Riding for a Voice Finishes Strong

The motorcade of the 7th and final Riding for a Voice event was escorted from the parking lot of the Calais Motor Inn by the Color Guard (Commander Mike McLean and Troy Ramsdell) of the American Legion Sherman Brothers Post #3. (Photo by Lura Jackson) See two more photos in this week's paper on page 22.

By Lura Jackson

 

Every July for the past seven years, the streets of Calais have roared with noise as a hundred vehicles amass and leave as a group on a designated morning. This past Saturday saw the last such gathering, as the Riding for a Voice campaign to raise awareness of childhood sexual abuse has officially come to an end. The final ride was well attended with approximately 87 motorcycles and 12 cars traveling in the motorcade to Machias and back.

Organized by survivor and former Robbinston resident Kayla Garriott, Riding for a Voice was originally designed as a way to openly speak out against childhood sexual abuse while raising funds for organizations that actively combat it. Garriott, who was a crucial figure in the sentencing of her father following years of abuse committed against her as a child, is a dedicated advocate for fellow survivors at all stages in the process.

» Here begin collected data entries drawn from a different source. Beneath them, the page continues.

/// The figures of every domain that has messages or unmatched reports in the inputs,
/// sorted by domain. The inputs are as [`ActionCount`], [`Evidence`] and
/// [`UnmatchedCount`] describe, restricted to the window by the backend.
pub fn compute(
    since: UnixTime,
    counts: &[ActionCount],
    evidence: &[Evidence],
    unmatched: &[UnmatchedCount],
) -> Vec<DomainFigures> {
    let mut tallies: BTreeMap<&str, Tally> = BTreeMap::new();
    for c in counts {
        let t = tallies.entry(&c.domain).or_default();
        t.by_action.add(c.action, c.messages);
        t.by_enforced.add(c.enforced, c.messages);
        if c.enforced == Action::Quarantine && c.action != Action::Quarantine {
            t.would_quarantine += c.messages;
        }
        if !c.scanned {
            t.unscanned += c.messages;
        }
    }
    for e in evidence {
        let t = tallies.entry(&e.domain).or_default();
        match (e.source, e.kind) {
            (ReportSource::Release, _) => t.releases += 1,
            (_, ReportKind::Junk) => t.reports_junk += 1,
            (_, ReportKind::NotJunk) => t.reports_not_junk += 1,
        }
        let label = t
            .labels
            .entry(e.message)
            .or_insert((e.enforced, e.kind, e.order));
        if e.order >= label.2 {
            *label = (e.enforced, e.kind, e.order);
        }
        if e.source == ReportSource::Audit && e.action == Action::Quarantine {
            let audit = t.audits.entry(e.message).or_insert((e.kind, e.order));
            if e.order >= audit.1 {
                *audit = (e.kind, e.order);
            }
        }
    }
    for u in unmatched {
        tallies.entry(&u.domain).or_default().unmatched += u.reports;
    }
    tallies
        .into_iter()
        .map(|(domain, t)| figures_of(domain, since, &t))
        .collect()
}

fn figures_of(domain: &str, since: UnixTime, t: &Tally) -> DomainFigures {
    let labelled_with =
        |enforced: Action| t.labels.values().filter(|(e, _, _)| *e == enforced).count() as u64;
    let labelled = |kind: ReportKind, enforced: Option<Action>| {
        t.labels
            .values()
            .filter(|(e, k, _)| *k == kind && enforced.is_none_or(|x| x == *e))
            .count() as u64
    };
    // Unlabelled messages per enforced action: all of them minus the labelled ones. The
    // saturation only matters if a backend's inputs disagree (evidence outside the counts).
    let unlabelled = |enforced: Action| {
        t.by_enforced
            .get(enforced)
            .saturating_sub(labelled_with(enforced))
    };
    let legitimate = labelled(ReportKind::NotJunk, None) + unlabelled(Action::Accept);
    let false_positives = labelled(ReportKind::NotJunk, Some(Action::Quarantine));
    let presumed_junk = unlabelled(Action::Quarantine);
    let junk = labelled(ReportKind::Junk, None) + presumed_junk;
    let caught = labelled(ReportKind::Junk, Some(Action::Quarantine)) + presumed_junk;
    let reviewed = t.audits.len() as u64;
    let audit_not_junk = t
        .audits
        .values()
        .filter(|(k, _)| *k == ReportKind::NotJunk)
        .count() as u64;
    let feedback = t.reports_junk + t.reports_not_junk + t.releases;
    let thin_reason = if feedback == 0 {
        Some(
            "no report and no release about this mail yet: zero false positives only means nobody looked"
                .to_string(),
        )
    } else if legitimate < MIN_LEGITIMATE {
        Some(format!(
            "only {legitimate} legitimate messages; at least {MIN_LEGITIMATE} are needed before even zero false positives bounds the rate below 1%"
        ))
    } else {
        None
    };
    DomainFigures {
        domain: domain.to_string(),
        since,
        by_action: t.by_action,
        by_enforced_action: t.by_enforced,
        would_quarantine: t.would_quarantine,
        unscanned: t.unscanned,
        reports_junk: t.reports_junk,
        reports_not_junk: t.reports_not_junk,
        releases: t.releases,
        unmatched_reports: t.unmatched,
        legitimate,
        false_positives: Rate::new(false_positives, legitimate),
        junk,
        catch_rate: Rate::new(caught, junk),
        audit: Rate::new(audit_not_junk, reviewed),
        too_thin: thin_reason.is_some(),
        thin_reason,
    }
}
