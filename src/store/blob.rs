//! The two binary forms a store keeps: a hashed feature vector as a compact blob, and a
//! held message compressed.
//!
//! Vector blob, version 1: one byte `1`, the entry count as an unsigned LEB128 varint, the
//! indices as varints of their gaps (the first index itself, then each index minus the one
//! before, so always ≥ 1 after the first), then the values as little-endian `f32`. Decoding
//! checks every length and that indices strictly increase, so a damaged blob is an error,
//! never a panic or a vector that breaks the sorted-indices invariant.
//!
//! Messages are compressed with zlib (RFC 1950: deflate plus an Adler-32 checksum, so a
//! damaged copy is detected on the way out) through `flate2`'s pure-Rust backend.
//! Decompression stops one byte past the size recorded at hold time, so a damaged or
//! hostile stream cannot expand without bound.

use std::io::{Read, Write};

use flate2::Compression;
use flate2::read::ZlibDecoder;
use flate2::write::ZlibEncoder;

use crate::features::SparseVector;

/// Version byte of the vector blob format.
const VECTOR_FORMAT: u8 = 1;

/// Encodes a sparse vector as a version-1 blob.
pub fn encode_vector(vector: &SparseVector) -> Vec<u8> {
    let n = vector.nnz();
    let mut out = Vec::with_capacity(1 + 5 + n * 6);
    out.push(VECTOR_FORMAT);
    push_varint(&mut out, n as u64);
    let mut previous = 0u32;
    for (i, &index) in vector.indices().iter().enumerate() {
        let gap = if i == 0 { index } else { index - previous };
        push_varint(&mut out, u64::from(gap));
        previous = index;
    }
    for value in vector.values() {
        out.extend_from_slice(&value.to_le_bytes());
    }
    out
}

/// Decodes a blob written by [`encode_vector`]; the error says what is wrong.
pub fn decode_vector(blob: &[u8]) -> Result<SparseVector, String> {
    let (&version, mut rest) = blob
        .split_first()
        .ok_or_else(|| "the feature vector blob is empty".to_string())?;
    if version != VECTOR_FORMAT {
        return Err(format!(
            "the feature vector blob has format {version}, this build reads {VECTOR_FORMAT}"
        ));
    }
    let n = read_varint(&mut rest)?;
    // Each entry takes at least 5 bytes (a 1-byte gap and a 4-byte value): refuse a count
    // the blob cannot hold before allocating for it.
    if n > (rest.len() / 5) as u64 {
        return Err(format!(
            "the feature vector blob claims {n} entries but holds {} bytes",
            rest.len()
        ));
    }
    let n = n as usize;
    let mut indices = Vec::with_capacity(n);
    let mut previous: u64 = 0;
    for i in 0..n {
        let gap = read_varint(&mut rest)?;
        if i > 0 && gap == 0 {
            return Err("the feature vector blob repeats an index".to_string());
        }
        let index = if i == 0 {
            Some(gap)
        } else {
            previous.checked_add(gap)
        };
        let index = index
            .and_then(|i| u32::try_from(i).ok())
            .ok_or_else(|| "the feature vector blob has an index beyond 32 bits".to_string())?;
        indices.push(index);
        previous = u64::from(index);
    }
    if rest.len() != n * 4 {
        return Err(format!(
            "the feature vector blob has {} bytes of values for {n} entries",
            rest.len()
        ));
    }
    let pairs = indices
        .into_iter()
        .zip(rest.chunks_exact(4))
        .map(|(index, bytes)| {
            let mut raw = [0u8; 4];
            raw.copy_from_slice(bytes);
            (index, f32::from_le_bytes(raw))
        })
        .collect();
    Ok(SparseVector::from_pairs(pairs))
}

fn push_varint(out: &mut Vec<u8>, mut value: u64) {
    loop {
        let byte = (value & 0x7f) as u8;
        value >>= 7;
        if value == 0 {
            out.push(byte);
            return;
        }
        out.push(byte | 0x80);
    }
}

fn read_varint(input: &mut &[u8]) -> Result<u64, String> {
    let mut value = 0u64;
    for shift in (0..64).step_by(7) {
        let (&byte, rest) = input
            .split_first()
            .ok_or_else(|| "the feature vector blob ends inside a number".to_string())?;
        *input = rest;
        value |= u64::from(byte & 0x7f) << shift;
        if byte & 0x80 == 0 {
            return Ok(value);
        }
    }
    Err("the feature vector blob has a number longer than 64 bits".to_string())
}

/// Compresses a message for the quarantine.
pub fn compress(message: &[u8]) -> Vec<u8> {
    let mut encoder = ZlibEncoder::new(
        Vec::with_capacity(message.len() / 2 + 64),
        Compression::default(),
    );
    // Writing into a `Vec` cannot fail.
    let _ = encoder.write_all(message);
    encoder.finish().unwrap_or_default()
}

/// Decompresses a held message and checks it has exactly `size` bytes.
pub fn decompress(stored: &[u8], size: u64) -> Result<Vec<u8>, String> {
    let capacity = usize::try_from(size).unwrap_or(usize::MAX).min(1 << 30);
    let mut out = Vec::with_capacity(capacity);
    ZlibDecoder::new(stored)
        .take(size.saturating_add(1))
        .read_to_end(&mut out)
        .map_err(|e| format!("the compressed copy is damaged ({e})"))?;
    if out.len() as u64 != size {
        return Err(format!(
            "the compressed copy holds {} bytes, {size} were held",
            out.len()
        ));
    }
    Ok(out)
}

/// The first `max` bytes of a compressed message (all of it when shorter): enough to show
/// its header section without inflating the whole message. Only the bytes read are
/// checked, so a copy damaged further on still shows its start.
pub fn decompress_prefix(stored: &[u8], max: usize) -> Result<Vec<u8>, String> {
    let mut out = Vec::with_capacity(max.min(1 << 20));
    ZlibDecoder::new(stored)
        .take(max as u64)
        .read_to_end(&mut out)
        .map_err(|e| format!("the compressed copy is damaged ({e})"))?;
    Ok(out)
}

#[cfg(test)]
mod tests {
    use super::*;

    #[test]
    fn a_prefix_is_the_start_of_the_message() {
        let message: Vec<u8> = (0..50_000u32).map(|i| (i % 251) as u8).collect();
        let stored = compress(&message);
        assert_eq!(
            decompress_prefix(&stored, 1000),
            Ok(message[..1000].to_vec())
        );
        assert_eq!(decompress_prefix(&stored, 1 << 20), Ok(message.clone()));
        assert!(decompress_prefix(b"not zlib at all", 10).is_err());
    }

    #[test]
    fn vectors_round_trip() {
        let v = SparseVector::from_pairs(vec![(0, 0.5), (7, -1.25), (300, 2.0), (u32::MAX, 1e-3)]);
        let blob = encode_vector(&v);
        assert_eq!(decode_vector(&blob), Ok(v));
        let empty = SparseVector::new();
        assert_eq!(decode_vector(&encode_vector(&empty)), Ok(empty));
    }

    #[test]
    fn damaged_vector_blobs_are_errors() {
        let v = SparseVector::from_pairs(vec![(3, 1.0), (9, 2.0)]);
        let blob = encode_vector(&v);
        for cut in 0..blob.len() {
            assert!(decode_vector(&blob[..cut]).is_err(), "cut at {cut}");
        }
        let mut repeated = blob.clone();
        repeated[2] = 3;
        repeated[3] = 0;
        assert!(decode_vector(&repeated).is_err());
        let mut version = blob.clone();
        version[0] = 9;
        assert!(decode_vector(&version).is_err());
        assert!(decode_vector(&[1, 0xff, 0xff, 0xff, 0xff, 0x0f]).is_err());
        assert!(
            decode_vector(&[
                1, 0x80, 0x80, 0x80, 0x80, 0x80, 0x80, 0x80, 0x80, 0x80, 0x80, 0x01
            ])
            .is_err()
        );
    }

    #[test]
    fn messages_round_trip_and_damage_is_detected() {
        let message = b"Subject: hello\r\n\r\nbody body body body body body\r\n".repeat(50);
        let stored = compress(&message);
        assert!(stored.len() < message.len());
        assert_eq!(
            decompress(&stored, message.len() as u64),
            Ok(message.clone())
        );
        assert!(decompress(&stored, message.len() as u64 - 1).is_err());
        assert!(decompress(&stored, message.len() as u64 + 1).is_err());
        let mut damaged = stored.clone();
        let middle = damaged.len() / 2;
        damaged[middle] ^= 0x55;
        assert!(decompress(&damaged, message.len() as u64).is_err());
    }
}
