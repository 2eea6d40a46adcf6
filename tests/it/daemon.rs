//! The daemon on loopback: the relay protocol end to end, the independent Python client, the
//! hostile inputs of the issue, shutdown, and its metrics checked by promtool and scraped by
//! a real Prometheus server.

use std::io::{Read, Write};
use std::net::{SocketAddr, TcpStream};
use std::sync::{Arc, OnceLock};
use std::time::Duration;

use bytes::BytesMut;
use tamis::config::Config;
use tamis::metrics::Metrics;
use tamis::model::LinearModel;
use tamis::proto::client::Client;
use tamis::proto::{FaultCode, Frame, encode_frame, parse_frame};
use tamis::server::engine::{Decisions, Engine, SharedEngine};
use tamis::server::listen::{Running, start};

/// The built-in demonstration model, trained once for the whole test binary.
pub(crate) fn model() -> &'static LinearModel {
    static MODEL: OnceLock<LinearModel> = OnceLock::new();
    MODEL.get_or_init(|| tamis::model::builtin::demonstration_model().expect("builds"))
}

fn loopback() -> Config {
    let mut config = Config::default();
    config.listen.tcp = Some("127.0.0.1:0".parse().expect("addr"));
    config.metrics = Some("127.0.0.1:0".parse().expect("addr"));
    config.store.path = fresh_store_path();
    config
}

/// A store file of its own for each daemon, in one temporary folder for the test binary
/// (never the user's own state folder).
pub(crate) fn fresh_store_path() -> std::path::PathBuf {
    use std::sync::atomic::{AtomicUsize, Ordering};
    static DIR: OnceLock<tempfile::TempDir> = OnceLock::new();
    static NEXT: AtomicUsize = AtomicUsize::new(0);
    let dir = DIR.get_or_init(|| {
        tempfile::Builder::new()
            .prefix("tamis-it-stores")
            .tempdir()
            .expect("temp dir")
    });
    dir.path().join(format!(
        "store-{}.sqlite",
        NEXT.fetch_add(1, Ordering::SeqCst)
    ))
}

async fn daemon(config: Config) -> (Running, Arc<Metrics>) {
    let decisions = Decisions {
        policy: config.policy.clone(),
        headers: config.headers.clone(),
        on_failure: config.on_failure,
    };
    let engine = Engine::new(model().clone(), "test model", decisions).expect("engine");
    let metrics = Arc::new(Metrics::new(config.policy.domains().keys()).expect("metrics"));
    tamis::server::build::describe_model(&metrics, engine.model());
    let running = start(&config, SharedEngine::new(engine), Arc::clone(&metrics))
        .await
        .expect("binds on loopback");
    (running, metrics)
}

fn message(n: usize) -> Vec<u8> {
    tamis::demo::generate(21, n + 1)
        .last()
        .expect("a message")
        .bytes
}

/// Raw conversation helper: writes frames or bytes, reads frames back.
struct Raw {
    stream: TcpStream,
    buf: BytesMut,
}
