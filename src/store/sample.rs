//! The audit sample: which held messages a person reviews, chosen at random but
//! repeatably from a seed.
//!
//! Method: bottom-k sampling. Each candidate gets a key drawn from [`SplitMix64`] seeded
//! with the sample's seed mixed with a hash of the candidate's verdict id, and the `k`
//! smallest keys are the sample. Every set of `k` candidates is equally likely, the choice
//! does not depend on the order the backend returns candidates in, and it is stable: for a
//! given seed a message stays in the sample as long as no newer candidate draws a smaller
//! key, so a reviewer's queue does not reshuffle as mail arrives.

use crate::rng::SplitMix64;

/// The `k` candidates with the smallest keys for `seed`, in key order.
pub fn choose(candidates: &[String], k: usize, seed: u64) -> Vec<&str> {
    let mut keyed: Vec<(u64, &str)> = candidates
        .iter()
        .map(|id| (key(id, seed), id.as_str()))
        .collect();
    keyed.sort_unstable();
    keyed.dedup_by(|a, b| a.1 == b.1);
    keyed.into_iter().take(k).map(|(_, id)| id).collect()
}

/// The sampling key of one verdict id.
fn key(verdict_id: &str, seed: u64) -> u64 {
    // FNV-1a (common practice) spreads the id into 64 bits; SplitMix64 then mixes it with
    // the seed, so different seeds give unrelated orders.
    let mut hash: u64 = 0xcbf2_9ce4_8422_2325;
    for byte in verdict_id.bytes() {
        hash ^= u64::from(byte);
        hash = hash.wrapping_mul(0x0100_0000_01b3);
    }
    SplitMix64::new(seed ^ hash).next_u64()
}

#[cfg(test)]
mod tests {
    use super::*;

    fn ids(n: usize) -> Vec<String> {
        (0..n).map(|i| format!("V{i:015}")).collect()
    }

    #[test]
    fn stable_for_a_seed_and_independent_of_order() {
        let all = ids(200);
        let first = choose(&all, 10, 42);
        let mut reversed = all.clone();
        reversed.reverse();
        assert_eq!(choose(&reversed, 10, 42), first);
        assert_ne!(choose(&all, 10, 43), first);
        assert_eq!(first.len(), 10);
    }

    #[test]
    fn every_candidate_is_equally_likely() {
        // Over many seeds each of 20 candidates should be picked about k/n = 1/4 of the time.
        let all = ids(20);
        let mut hits = [0u32; 20];
        for seed in 0..4000 {
            for id in choose(&all, 5, seed) {
                if let Some(i) = all.iter().position(|x| x == id) {
                    hits[i] += 1;
                }
            }
        }
        // Expected 1000 each; a binomial(4000, 1/4) has sd ≈ 27, so ±150 is > 5 sd.
        assert!(hits.iter().all(|&h| (850..=1150).contains(&h)), "{hits:?}");
    }
}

Garriott enlisted the assistance of Bikers Against Child Abuse and other local groups such as the Wabanaki Warriors to create a network of support for survivors as part of the Breathe the Air Riding for a Voice campaign. Her mother, Robin Bouchard, and her stepfather, John, have both been steady allies in building the event each year.

Over the years, thousands of dollars have been raised for nonprofits through Riding for a Voice. This year, AMHC Sexual Assault and Next Step Domestic Violence Project were each chosen to be supported by the ride. Members from each organization were there to share words of support and to accept award checks that would be later made out for at least $1,000 each.

Addressing the assembled crowd of participants at the Calais Motor Inn just prior to the motorcade leaving, Garriott was sure to thank those that have assisted with hosting the event each year. Among those she thanked were sign and tee shirt designer Mary Pelletier and Troy Ramsdell and Mike McLean of the American Legion Color Guard. Lastly, she thanked her mother. “I think we all know the ride wouldn’t be the same without my mom,” Garriott said. “Thank you for everything, for all the support and for believing in me.”

Garriott’s stepfather, John, read a portion of the sentencing letter that she had written to her father. The letter was filled with pain and anger, but it also carried evidence of empowerment gained from speaking against her abuser. Afterwards, Garriott thanked the crowd for listening and said that she couldn’t write like that anymore. “Ever since I’ve broken my silence, the darkness doesn’t exist,” Garriott said, illuminating the importance of raising one’s voice.

“This whole ride was to the break the silence of childhood sexual abuse,” Garriott said. “For those that are still out there in silence, we ride for them today. And we’re going to make this really loud.”

 

Garriott encourages fans of the event to continue it in whatever capacity they are able. If you would like to support survivors, you may do so by donating time or resources to Next Step, AMHC or another related organization.